[Records provided]:
━━━━━━━━━━

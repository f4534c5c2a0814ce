'use client';
// A modal on the native <dialog>: focus stays inside, Escape asks to close.
import { useEffect, useRef } from 'react';

export function Modal({
  open,
  onClose,
  labelledBy,
  width = '28rem',
  children,
}: {
  open: boolean;
  onClose: () => void;
  labelledBy: string;
  width?: string;
  children: React.ReactNode;
}) {
  const ref = useRef<HTMLDialogElement>(null);
  useEffect(() => {
    const d = ref.current;
    if (!d) return;
    if (open && !d.open) d.showModal();
    if (!open && d.open) d.close();
  }, [open]);
  return (
    <dialog
      ref={ref}
      onCancel={(e) => {
        e.preventDefault();
        onClose();
      }}
      aria-labelledby={labelledBy}
      style={{ width: `min(${width}, 94vw)` }}
      className="rounded-lg border border-paper-edge bg-paper p-0 text-graphite shadow-card backdrop:bg-graphite/40"
    >
      <div className="space-y-3 p-5">{children}</div>
    </dialog>
  );
}
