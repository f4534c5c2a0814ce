import type { Metadata } from 'next';
import Link from 'next/link';
import { EditorLoader } from '@/components/editor/editor-loader';
import { PassEarlyRead } from '@/components/editor/pass-early-read';
import { can } from '@/lib/auth/permissions';
import { loadPassEditor } from '@/lib/data/studio';

export const metadata: Metadata = { title: 'Sketch' };
export const dynamic = 'force-dynamic';

export default async function PassEditorPage({ params }: { params: Promise<{ seriesId: string; gagId: string; passNo: string }> }) {
  const { seriesId, gagId, passNo } = await params;
  const { series, gag, role, pass, spec, passNumbers, passList, user } = await loadPassEditor(seriesId, gagId, Number(passNo));
  const canDraw = can(role, 'edit');
  return (
    <div className="space-y-2">
      <PassEarlyRead passId={pass.id} />
      <nav aria-label="Passes" className="flex flex-wrap items-center gap-2 text-sm">
        <Link href={`/series/${series.id}`} className="text-graphite-faint hover:underline">
          {series.title}
        </Link>
        <span className="text-graphite-faint">/</span>
        <Link href={`/series/${series.id}/gags/${gag.id}`} className="font-bold hover:underline">
          {gag.title}
        </Link>
        <span className="text-graphite-faint">/</span>
        <h1 className="font-display text-lg font-extrabold">Pass {pass.number}</h1>
        <span className="ml-2 inline-flex gap-1">
          {passNumbers.map((n) => (
            <Link
              key={n}
              href={`/series/${series.id}/gags/${gag.id}/passes/${n}`}
              aria-current={n === pass.number ? 'page' : undefined}
              className={`rounded px-2 py-0.5 ${n === pass.number ? 'bg-ink text-white' : 'bg-white/70 hover:bg-paper-deep'}`}
            >
              {n}
            </Link>
          ))}
        </span>
      </nav>
      <EditorLoader
        key={pass.id}
        passId={pass.id}
        passNumber={pass.number}
        gagId={gag.id}
        seriesId={series.id}
        meId={user.id}
        passes={passList}
        canDraw={canDraw}
        canComment={can(role, 'comment')}
        canRestore={canDraw}
        spec={spec}
        beats={gag.beats.map((b) => ({ kind: b.kind, note: b.note }))}
      />
    </div>
  );
}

━━━━━━━━━━

[Problem to work on]:
An acceptable answer repeats every entry exactly, with nothing omitted.

[Reply to the exercise]:
repository f4534c5c2a0814ce
'use client';
// A modal on the native <dialog>: focus stays inside, Escape asks to close.
import { useEffect, useRef } from 'react';

export function Modal({
  open,
  onClose,
  labelledBy,
  width = '28rem',
  children,
}: {
  open: boolean;
  onClose: () => void;
  labelledBy: string;
  width?: string;
  children: React.ReactNode;
}) {
  const ref = useRef<HTMLDialogElement>(null);
  useEffect(() => {
    const d = ref.current;
    if (!d) return;
    if (open && !d.open) d.showModal();
    if (!open && d.open) d.close();
  }, [open]);
  return (
    <dialog
      ref={ref}
      onCancel={(e) => {
        e.preventDefault();
        onClose();
      }}
      aria-labelledby={labelledBy}
      style={{ width: `min(${width}, 94vw)` }}
      className="rounded-lg border border-paper-edge bg-paper p-0 text-graphite shadow-card backdrop:bg-graphite/40"
    >
      <div className="space-y-3 p-5">{children}</div>
    </dialog>
  );
}
repository f4534c5c2a0814ce
import type { Metadata } from 'next';
import Link from 'next/link';
import { EditorLoader } from '@/components/editor/editor-loader';
import { PassEarlyRead } from '@/components/editor/pass-early-read';
import { can } from '@/lib/auth/permissions';
import { loadPassEditor } from '@/lib/data/studio';

export const metadata: Metadata = { title: 'Sketch' };
export const dynamic = 'force-dynamic';

export default async function PassEditorPage({ params }: { params: Promise<{ seriesId: string; gagId: string; passNo: string }> }) {
  const { seriesId, gagId, passNo } = await params;
  const { series, gag, role, pass, spec, passNumbers, passList, user } = await loadPassEditor(seriesId, gagId, Number(passNo));
  const canDraw = can(role, 'edit');
  return (
    <div className="space-y-2">
      <PassEarlyRead passId={pass.id} />
      <nav aria-label="Passes" className="flex flex-wrap items-center gap-2 text-sm">
        <Link href={`/series/${series.id}`} className="text-graphite-faint hover:underline">
          {series.title}
        </Link>
        <span className="text-graphite-faint">/</span>
        <Link href={`/series/${series.id}/gags/${gag.id}`} className="font-bold hover:underline">
          {gag.title}
        </Link>
        <span className="text-graphite-faint">/</span>
        <h1 className="font-display text-lg font-extrabold">Pass {pass.number}</h1>
        <span className="ml-2 inline-flex gap-1">
          {passNumbers.map((n) => (
            <Link
              key={n}
              href={`/series/${series.id}/gags/${gag.id}/passes/${n}`}
              aria-current={n === pass.number ? 'page' : undefined}
              className={`rounded px-2 py-0.5 ${n === pass.number ? 'bg-ink text-white' : 'bg-white/70 hover:bg-paper-deep'}`}
            >
              {n}
            </Link>
          ))}
        </span>
      </nav>
      <EditorLoader
        key={pass.id}
        passId={pass.id}
        passNumber={pass.number}
        gagId={gag.id}
        seriesId={series.id}
        meId={user.id}
        passes={passList}
        canDraw={canDraw}
        canComment={can(role, 'comment')}
        canRestore={canDraw}
        spec={spec}
        beats={gag.beats.map((b) => ({ kind: b.kind, note: b.note }))}
      />
    </div>
  );
}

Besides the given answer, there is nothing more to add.